Suppose I haven't thought of it that way. Good Point.

TCO


----------



## zealord

Quote:


> Originally Posted by *Zero4549*
> 
> Believe it or not, most people really like LEDs. They look "cool" and you know it. You also know they have issues, after having built/seen so many products with them (and cathodes before them). You've started associating LED fans with low quality fans, etc. This is something called _experience_. You as a member of OCN have 20000% more _experience_ than most consumers. Thus, your tastes are different, and you aren't part of the market demographic.There is some wonderful news for you however - LEDs are dirt cheap and you can turn them off. Just like magic you can make all those "horrible" LED products "classy" again. You lucky dogs.


I have no idea if this was an insult or compliment









I actually have not a single LED on my PC/desktop. My keaboard doesn't even have the standard NUM block lights


----------



## pez

Quote:


> Originally Posted by *ondoy*
> 
> *Zotac releases VR mini-PC*


How are they fitting a 980 in there? I'm very interested in something like that, but outside of a custom PCB, or a weird diagonally placed card, I don't see it.
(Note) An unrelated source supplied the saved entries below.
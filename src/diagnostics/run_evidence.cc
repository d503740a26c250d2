// gather_run_evidence: what judge_run reads, taken from a run file.
#include <fmt/format.h>

#include <cmath>
#include <limits>

#include "credence/net.h"
#include "credence/posterior.h"
#include "credence/run_verdict.h"
#include "credence/samplers_settings.h"
#include "diagnostics/run_columns.h"
#include "util/log.h"

namespace credence {
namespace {

constexpr double kNaNPrecision = std::numeric_limits<double>::quiet_NaN();

// Mean ||W_l||^2 over the kept samples and its prior expectation out*in*sigma_w^2, per
// layer; both left empty when the net text does not resolve to a fixed Gaussian prior.
Status read_weight_norms(const RunReader& run, RunEvidence& e) {
  const RunHeader& header = run.header();
  Result<NetSpec> spec = parse_net_text(header.net_text, "the run file's net");
  if (!spec.ok()) return Status::ok_status();
  Result<ParamLayout> layout =
      resolve_layout(*spec, static_cast<Index>(header.preprocessing.input_width),
                     static_cast<Index>(header.preprocessing.class_names.size()));
  if (!layout.ok() || layout->num_params != header.parameters) return Status::ok_status();
  Result<GaussianPrior> prior = GaussianPrior::create(spec->prior, *layout);
  if (!prior.ok()) return Status::ok_status();
  Result<Eigen::MatrixXf> theta = run.samples();
  if (!theta.ok()) return theta.status();
  if (theta->cols() == 0) return Status::ok_status();
  for (std::size_t l = 0; l < layout->layers.size(); ++l) {
    const LayerLayout& layer = layout->layers[l];
    const Index size = layer.out * layer.in;
    const double sum = theta->middleRows(layer.weight_offset, size).cast<double>().squaredNorm();
    e.layer_weight_sq_norm.push_back(sum / static_cast<double>(theta->cols()));
    const double sigma = prior->sigmas()[l].weight_sigma;
    e.layer_prior_weight_sq_norm.push_back(static_cast<double>(size) * sigma * sigma);
  }
  if (!spec->prior.learn_scale) return Status::ok_status();
  // A learned scale: the prior built from the spec holds the fixed start, which the
  // evidence updates take as each block's cap (posterior/precision_evidence.h).
  Result<Eigen::MatrixXd> lambda = run.prior_precisions();  // (2L, S): weights, then biases
  if (!lambda.ok()) return lambda.status();
  const std::span<const double> cap = prior->block_precisions();
  if (lambda->rows() != static_cast<Eigen::Index>(cap.size())) return Status::ok_status();
  for (std::size_t l = 0; l < layout->layers.size(); ++l) {
    double largest = kNaNPrecision;
    for (Eigen::Index s = 0; s < lambda->cols(); ++s) {
      const double v = (*lambda)(static_cast<Eigen::Index>(2 * l), s);
      if (std::isfinite(v) && !(v <= largest)) largest = v;
    }
    e.layer_weight_precision.push_back(largest);
    e.layer_weight_precision_cap.push_back(cap[2 * l]);
  }
  return Status::ok_status();
}

}  // namespace

Result<RunEvidence> gather_run_evidence(const RunReader& run,
                                        std::span<const std::int32_t> probe_labels) {
  using diagnostics::setting;
  const RunHeader& header = run.header();
  if (run.summary().samples == 0) {
    return Status::invalid_input("the run holds no committed samples yet; nothing to judge");
  }
  RunEvidence e;
  e.method = setting<std::string>(header.settings, "method").value_or("unknown");
  if (Result<Method> method = parse_method(e.method); method.ok()) e.sampler = is_sampler(*method);
  e.chains = header.chains;
  e.thin = setting<std::int64_t>(header.settings, "thin").value_or(1);
  e.trace_every = setting<std::int64_t>(header.settings, "trace_every").value_or(1);
  const std::int64_t burn_in = setting<std::int64_t>(header.settings, "burn_in").value_or(0);

  Result<std::vector<std::int32_t>> chain_of = run.sample_chains();
  if (!chain_of.ok()) return chain_of.status();
  Result<std::vector<std::int64_t>> index_of = run.sample_indices();
  if (!index_of.ok()) return index_of.status();
  const auto columns = diagnostics::columns_by_chain(e.chains, *chain_of, *index_of);

  Result<std::vector<double>> log_lik = run.probe_log_lik();
  if (!log_lik.ok()) return log_lik.status();
  e.probe_log_lik = diagnostics::chains_of(*log_lik, columns);
  Result<Eigen::MatrixXf> prob = run.probe_prob();
  if (!prob.ok()) return prob.status();
  for (Eigen::Index r = 0; r < prob->rows(); ++r) {
    e.probe_prob.push_back(diagnostics::chains_of_row(*prob, r, columns));
  }
  Result<Eigen::MatrixXf> norms = run.layer_sq_norms();
  if (!norms.ok()) return norms.status();
  for (Eigen::Index l = 0; l < norms->rows(); ++l) {
    e.layer_sq_norm.push_back(diagnostics::chains_of_row(*norms, l, columns));
  }
  // The caller's labels, else those the run file keeps (files of earlier builds lack them).
  if (probe_labels.empty()) probe_labels = header.probe_labels;
  if (probe_labels.size() == static_cast<std::size_t>(prob->rows())) {
    e.probe_labels.assign(probe_labels.begin(), probe_labels.end());
  }
  // Optimizers keep one point per restart, so reading theta is cheap; samplers skip it.
  if (!e.sampler) CREDENCE_RETURN_IF_ERROR(read_weight_norms(run, e));

  for (int c = 0; c < e.chains; ++c) {
    Result<std::vector<TraceRecord>> trace = run.traces(c);
    if (!trace.ok()) return trace.status();
    std::vector<double> after;
    for (const TraceRecord& row : *trace) {
      if (row.step > burn_in) after.push_back(row.potential);
    }
    e.potential.push_back(std::move(after));
  }
  return e;
}

std::optional<RunVerdict> judge_run_file(const std::string& run_path,
                                         std::span<const std::int32_t> probe_labels) {
  Result<std::unique_ptr<RunReader>> reader = RunReader::open(run_path);
  if (!reader.ok()) {
    log().warn("{}: no end-of-run verdict: {}", run_path, reader.status().message());
    return std::nullopt;
  }
  Result<RunEvidence> evidence = gather_run_evidence(**reader, probe_labels);
  if (!evidence.ok()) {
    log().warn("{}: no end-of-run verdict: {}", run_path, evidence.status().message());
    return std::nullopt;
  }
  return judge_run(*evidence);
}

}  // namespace credence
EDIT: Found the AnandamTech article and it appears it uses a 980M or some variant of it.


----------



## nakano2k1

Who needs product innovation when you have flashy lights!?


----------



## shilka

As said by Zero4549 LED lights in fans almost always means low quality fans and this is something i have experience with and can confirm.
I dont hate LED lights i actually like them i just dont like them on everything in every single new thing thats just too much.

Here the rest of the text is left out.